Reusing an index

link and dedupe build everything in one call. When you query the same reference dataset many times — a parameter sweep, streaming queries, or matching several frames against one master table — build the index once and reuse it.

idx = linker.index(left)     # build the blocking index once -> LinkageIndex
idx.query(right_a)           # -> LinkageResult
idx.query(right_b)           # reuses the built index; no re-embedding of `left`

index() returns a LinkageIndex — the prepared, per-dataset state separated from the linker’s configuration.

Why this is safe to reuse

The index is an immutable artifact. Internally a Blocker is a stateless spec whose build() produces a fresh BlockingIndex holding the indexed vectors; the spec mutates neither itself nor its inputs. So one built index answers many queries with no risk of cross-query state leaking, and the same DenseLinker can build many indexes over different datasets.

This is the spec → artifact law that runs through the whole library; see Architecture.

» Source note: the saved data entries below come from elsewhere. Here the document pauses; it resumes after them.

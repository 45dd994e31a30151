import type { TodayCellarSection, TodayMemberSection } from '../../../shared/schemas/today.ts';
import type { Database } from '../../db/database.ts';
import { toBookingSummary } from '../calendar/calendar-feed.repository.ts';
import { bestBeforeKegs } from './best-before.ts';
import { handoverRows, memberBatchRows, memberBookingRows, memberKegRows, overdueKegs, transfersDueRows, vesselsToClean } from './today.repository.ts';

const DAY = 24 * 3600_000;

/** A member's own bookings, batches, kegs out with them; balance is added by the caller when allowed. */
export async function memberSection(db: Database, memberId: string, now: Date): Promise<Omit<TodayMemberSection, 'balance'>> {
  const [bookings, batches, kegs] = await Promise.all([memberBookingRows(db, memberId, now), memberBatchRows(db, memberId), memberKegRows(db, memberId)]);
  const bestBefore = await bestBeforeKegs(db, now, { memberId, showOwners: true });
  return {
    bestBefore,
    bookings: bookings.map(toBookingSummary),
    batches: batches.map((b) => ({
      id: b.id,
      name: b.name,
      style: b.style,
      status: b.status,
      latestSg: b.gravity_sg ?? null,
      latestAt: b.taken_at ? new Date(b.taken_at).toISOString() : null,
    })),
    kegs: kegs.map((k) => ({
      id: k.id,
      code: k.code,
      dueAt: k.due_at ? new Date(k.due_at).toISOString() : null,
      overdue: k.due_at ? new Date(k.due_at) < now : false,
    })),
  };
}

/** The brewer-on-duty's round: vessels to clean (soonest needed first), overdue kegs, transfers due, hand-overs. */
export async function cellarSection(db: Database, now: Date, showOwners: boolean): Promise<TodayCellarSection> {
  const soon = new Date(now.getTime() + 3 * DAY);
  const tomorrow = new Date(now.getTime() + DAY);
  const [dirty, overdue, transfers, handovers] = await Promise.all([
    vesselsToClean(db, now),
    overdueKegs(db, now),
    // Beer must be out of a fermenter before its booking ends.
    transfersDueRows(db, soon),
    // Bookings that start within a day: the vessel must be ready for its next user.
    handoverRows(db, now, tomorrow),
  ]);
  const bestBefore = await bestBeforeKegs(db, now, { showOwners });
  return {
    bestBefore,
    needsCleaning: {
      total: dirty.total,
      items: dirty.items.map((e) => ({
        id: e.id,
        code: e.code,
        name: e.name,
        state: e.state,
        nextBookingAt: e.next_booking_at ? new Date(e.next_booking_at).toISOString() : null,
      })),
    },
    overdueKegs: {
      total: overdue.total,
      items: overdue.items.map((k) => ({ id: k.id, code: k.code, memberName: showOwners ? (k.name ?? null) : null, dueAt: new Date(k.due_at!).toISOString() })),
    },
    transfersDue: transfers.map((t) => ({
      batchId: t.id,
      batchName: t.name,
      ownerName: t.owner_name,
      fermenterId: t.fermenter_id,
      fermenterCode: t.code,
      bookingEndsAt: new Date(t.ends_at).toISOString(),
    })),
    handovers: handovers.map((h) => ({
      bookingId: h.id,
      equipmentId: h.equipment_id,
      equipmentCode: h.code,
      startsAt: new Date(h.starts_at).toISOString(),
      equipmentState: h.state,
      ready: h.state === 'ready',
    })),
  };
}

Sweeping query-time parameters

top_k and similarity_threshold are query-time parameters with sensible defaults from the blocker spec, so a threshold/top_k sweep reuses one built index instead of rebuilding it — the expensive embedding work happens once.

Persisting a built index

Building the index embeds the whole reference set — the expensive step. Save the built LinkageIndex and reload it later to query new data with no re-embedding:

idx = linker.index(left)
idx.save("master_index")            # writes a vectors.npy + meta.json bundle

from denselinkage import LinkageIndex
from denselinkage.embedding import HashedNGramEmbedder
from denselinkage.matching import ThresholdMatcher

reloaded = LinkageIndex.load(
    "master_index",
    embedder=HashedNGramEmbedder(n_features=1024, ngram=3),  # must match the saved model
    matcher=ThresholdMatcher(threshold=0.5),
)
reloaded.query(right)               # reuses the stored embeddings of `left`

The store records the embedder’s model_id and embedding_dim as provenance: if the embedder you pass to load doesn’t match, it raises IncompatibleStore — a persisted index cannot be queried with a different embedding model. The matcher is not persisted (supply any one at load). Persistence currently covers the dependency-free reference stack; other backends raise NotImplementedError.